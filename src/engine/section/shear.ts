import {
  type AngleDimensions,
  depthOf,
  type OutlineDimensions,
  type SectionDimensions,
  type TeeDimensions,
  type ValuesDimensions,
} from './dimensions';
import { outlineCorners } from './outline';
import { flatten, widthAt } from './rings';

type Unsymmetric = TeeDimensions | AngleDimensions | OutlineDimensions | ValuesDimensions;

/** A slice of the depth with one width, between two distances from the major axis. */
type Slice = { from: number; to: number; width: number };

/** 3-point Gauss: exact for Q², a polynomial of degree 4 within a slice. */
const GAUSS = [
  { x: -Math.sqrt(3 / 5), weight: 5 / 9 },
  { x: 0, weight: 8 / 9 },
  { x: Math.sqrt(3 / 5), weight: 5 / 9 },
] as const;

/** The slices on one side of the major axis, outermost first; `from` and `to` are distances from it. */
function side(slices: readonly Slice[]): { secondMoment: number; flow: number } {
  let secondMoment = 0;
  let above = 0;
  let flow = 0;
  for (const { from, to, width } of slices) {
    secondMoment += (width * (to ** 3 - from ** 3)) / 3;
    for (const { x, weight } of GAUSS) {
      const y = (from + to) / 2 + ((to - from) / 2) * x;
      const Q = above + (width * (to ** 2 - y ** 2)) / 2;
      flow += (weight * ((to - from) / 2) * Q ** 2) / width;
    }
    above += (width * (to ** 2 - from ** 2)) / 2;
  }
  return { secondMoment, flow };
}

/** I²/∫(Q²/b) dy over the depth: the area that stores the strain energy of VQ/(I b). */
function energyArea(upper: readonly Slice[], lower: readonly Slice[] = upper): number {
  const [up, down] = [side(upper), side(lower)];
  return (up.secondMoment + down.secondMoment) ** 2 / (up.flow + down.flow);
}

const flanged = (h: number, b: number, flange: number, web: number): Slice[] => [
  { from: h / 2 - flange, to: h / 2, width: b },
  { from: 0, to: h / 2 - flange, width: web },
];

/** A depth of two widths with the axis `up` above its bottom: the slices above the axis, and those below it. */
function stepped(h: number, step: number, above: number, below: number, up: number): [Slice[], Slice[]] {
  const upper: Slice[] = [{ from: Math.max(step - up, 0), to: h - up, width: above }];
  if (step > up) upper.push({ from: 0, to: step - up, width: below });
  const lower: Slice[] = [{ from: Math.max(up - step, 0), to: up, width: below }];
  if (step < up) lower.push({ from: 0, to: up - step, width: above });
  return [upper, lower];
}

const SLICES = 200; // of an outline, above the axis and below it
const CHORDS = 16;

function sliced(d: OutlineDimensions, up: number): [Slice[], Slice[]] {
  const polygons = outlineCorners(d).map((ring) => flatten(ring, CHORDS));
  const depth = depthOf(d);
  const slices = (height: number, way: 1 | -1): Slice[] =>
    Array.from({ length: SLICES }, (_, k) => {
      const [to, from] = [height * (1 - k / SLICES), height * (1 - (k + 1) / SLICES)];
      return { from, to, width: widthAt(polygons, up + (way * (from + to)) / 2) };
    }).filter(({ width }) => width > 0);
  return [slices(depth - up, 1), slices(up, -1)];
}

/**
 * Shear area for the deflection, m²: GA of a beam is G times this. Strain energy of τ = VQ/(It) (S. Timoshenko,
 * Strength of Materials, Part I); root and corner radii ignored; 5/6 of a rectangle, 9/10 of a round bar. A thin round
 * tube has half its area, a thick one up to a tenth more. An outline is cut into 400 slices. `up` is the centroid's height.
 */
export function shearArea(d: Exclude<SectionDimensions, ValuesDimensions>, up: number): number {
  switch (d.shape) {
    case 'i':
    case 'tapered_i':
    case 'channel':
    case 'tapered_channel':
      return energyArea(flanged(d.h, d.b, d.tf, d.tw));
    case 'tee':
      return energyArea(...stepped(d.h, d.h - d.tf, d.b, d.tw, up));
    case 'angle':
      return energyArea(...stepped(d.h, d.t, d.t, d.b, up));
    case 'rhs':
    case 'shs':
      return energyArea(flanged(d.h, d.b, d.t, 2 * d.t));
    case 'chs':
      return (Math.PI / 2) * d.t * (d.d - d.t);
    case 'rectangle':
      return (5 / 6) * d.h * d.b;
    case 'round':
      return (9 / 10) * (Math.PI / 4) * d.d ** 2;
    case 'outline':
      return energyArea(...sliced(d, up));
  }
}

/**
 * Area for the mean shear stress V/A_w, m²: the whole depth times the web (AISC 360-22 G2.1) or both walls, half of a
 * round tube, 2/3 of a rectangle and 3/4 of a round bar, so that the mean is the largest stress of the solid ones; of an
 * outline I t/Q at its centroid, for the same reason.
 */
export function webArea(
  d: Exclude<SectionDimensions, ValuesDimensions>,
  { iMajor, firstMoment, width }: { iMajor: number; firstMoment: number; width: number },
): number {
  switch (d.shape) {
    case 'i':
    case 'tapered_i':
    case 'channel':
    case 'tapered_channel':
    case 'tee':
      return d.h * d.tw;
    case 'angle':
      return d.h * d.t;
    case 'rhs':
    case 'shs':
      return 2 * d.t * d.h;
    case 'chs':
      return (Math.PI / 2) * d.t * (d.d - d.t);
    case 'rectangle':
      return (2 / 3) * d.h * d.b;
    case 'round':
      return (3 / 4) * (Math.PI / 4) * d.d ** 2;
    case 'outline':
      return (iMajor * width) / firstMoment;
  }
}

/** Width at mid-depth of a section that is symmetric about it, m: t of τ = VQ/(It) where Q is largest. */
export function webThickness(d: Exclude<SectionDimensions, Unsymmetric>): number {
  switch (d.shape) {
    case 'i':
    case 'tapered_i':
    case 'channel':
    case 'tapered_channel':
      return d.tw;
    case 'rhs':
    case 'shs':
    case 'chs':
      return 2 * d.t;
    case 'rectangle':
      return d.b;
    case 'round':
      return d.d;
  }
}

——

:: Task requirements ::
Exactly as shown above, return all of the entries.

:: Answer box ::
filename src/engine/section/shear.ts
import {
  type AngleDimensions,
  depthOf,
  type OutlineDimensions,
  type SectionDimensions,
  type TeeDimensions,
  type ValuesDimensions,
} from './dimensions';
import { outlineCorners } from './outline';
import { flatten, widthAt } from './rings';

type Unsymmetric = TeeDimensions | AngleDimensions | OutlineDimensions | ValuesDimensions;

/** A slice of the depth with one width, between two distances from the major axis. */
type Slice = { from: number; to: number; width: number };

/** 3-point Gauss: exact for Q², a polynomial of degree 4 within a slice. */
const GAUSS = [
  { x: -Math.sqrt(3 / 5), weight: 5 / 9 },
  { x: 0, weight: 8 / 9 },
  { x: Math.sqrt(3 / 5), weight: 5 / 9 },
] as const;

/** The slices on one side of the major axis, outermost first; `from` and `to` are distances from it. */
function side(slices: readonly Slice[]): { secondMoment: number; flow: number } {
  let secondMoment = 0;
  let above = 0;
  let flow = 0;
  for (const { from, to, width } of slices) {
    secondMoment += (width * (to ** 3 - from ** 3)) / 3;
    for (const { x, weight } of GAUSS) {
      const y = (from + to) / 2 + ((to - from) / 2) * x;
      const Q = above + (width * (to ** 2 - y ** 2)) / 2;
      flow += (weight * ((to - from) / 2) * Q ** 2) / width;
    }
    above += (width * (to ** 2 - from ** 2)) / 2;
  }
  return { secondMoment, flow };
}

/** I²/∫(Q²/b) dy over the depth: the area that stores the strain energy of VQ/(I b). */
function energyArea(upper: readonly Slice[], lower: readonly Slice[] = upper): number {
  const [up, down] = [side(upper), side(lower)];
  return (up.secondMoment + down.secondMoment) ** 2 / (up.flow + down.flow);
}

const flanged = (h: number, b: number, flange: number, web: number): Slice[] => [
  { from: h / 2 - flange, to: h / 2, width: b },
  { from: 0, to: h / 2 - flange, width: web },
];

/** A depth of two widths with the axis `up` above its bottom: the slices above the axis, and those below it. */
function stepped(h: number, step: number, above: number, below: number, up: number): [Slice[], Slice[]] {
  const upper: Slice[] = [{ from: Math.max(step - up, 0), to: h - up, width: above }];
  if (step > up) upper.push({ from: 0, to: step - up, width: below });
  const lower: Slice[] = [{ from: Math.max(up - step, 0), to: up, width: below }];
  if (step < up) lower.push({ from: 0, to: up - step, width: above });
  return [upper, lower];
}

const SLICES = 200; // of an outline, above the axis and below it
const CHORDS = 16;

function sliced(d: OutlineDimensions, up: number): [Slice[], Slice[]] {
  const polygons = outlineCorners(d).map((ring) => flatten(ring, CHORDS));
  const depth = depthOf(d);
  const slices = (height: number, way: 1 | -1): Slice[] =>
    Array.from({ length: SLICES }, (_, k) => {
      const [to, from] = [height * (1 - k / SLICES), height * (1 - (k + 1) / SLICES)];
      return { from, to, width: widthAt(polygons, up + (way * (from + to)) / 2) };
    }).filter(({ width }) => width > 0);
  return [slices(depth - up, 1), slices(up, -1)];
}

/**
 * Shear area for the deflection, m²: GA of a beam is G times this. Strain energy of τ = VQ/(It) (S. Timoshenko,
 * Strength of Materials, Part I); root and corner radii ignored; 5/6 of a rectangle, 9/10 of a round bar. A thin round
 * tube has half its area, a thick one up to a tenth more. An outline is cut into 400 slices. `up` is the centroid's height.
 */
export function shearArea(d: Exclude<SectionDimensions, ValuesDimensions>, up: number): number {
  switch (d.shape) {
    case 'i':
    case 'tapered_i':
    case 'channel':
    case 'tapered_channel':
      return energyArea(flanged(d.h, d.b, d.tf, d.tw));
    case 'tee':
      return energyArea(...stepped(d.h, d.h - d.tf, d.b, d.tw, up));
    case 'angle':
      return energyArea(...stepped(d.h, d.t, d.t, d.b, up));
    case 'rhs':
    case 'shs':
      return energyArea(flanged(d.h, d.b, d.t, 2 * d.t));
    case 'chs':
      return (Math.PI / 2) * d.t * (d.d - d.t);
    case 'rectangle':
      return (5 / 6) * d.h * d.b;
    case 'round':
      return (9 / 10) * (Math.PI / 4) * d.d ** 2;
    case 'outline':
      return energyArea(...sliced(d, up));
  }
}

/**
 * Area for the mean shear stress V/A_w, m²: the whole depth times the web (AISC 360-22 G2.1) or both walls, half of a
 * round tube, 2/3 of a rectangle and 3/4 of a round bar, so that the mean is the largest stress of the solid ones; of an
 * outline I t/Q at its centroid, for the same reason.
 */
export function webArea(
  d: Exclude<SectionDimensions, ValuesDimensions>,
  { iMajor, firstMoment, width }: { iMajor: number; firstMoment: number; width: number },
): number {
  switch (d.shape) {
    case 'i':
    case 'tapered_i':
    case 'channel':
    case 'tapered_channel':
    case 'tee':
      return d.h * d.tw;
    case 'angle':
      return d.h * d.t;
    case 'rhs':
    case 'shs':
      return 2 * d.t * d.h;
    case 'chs':
      return (Math.PI / 2) * d.t * (d.d - d.t);
    case 'rectangle':
      return (2 / 3) * d.h * d.b;
    case 'round':
      return (3 / 4) * (Math.PI / 4) * d.d ** 2;
    case 'outline':
      return (iMajor * width) / firstMoment;
  }
}

/** Width at mid-depth of a section that is symmetric about it, m: t of τ = VQ/(It) where Q is largest. */
export function webThickness(d: Exclude<SectionDimensions, Unsymmetric>): number {
  switch (d.shape) {
    case 'i':
    case 'tapered_i':
    case 'channel':
    case 'tapered_channel':
      return d.tw;
    case 'rhs':
    case 'shs':
    case 'chs':
      return 2 * d.t;
    case 'rectangle':
      return d.b;
    case 'round':
      return d.d;
  }
}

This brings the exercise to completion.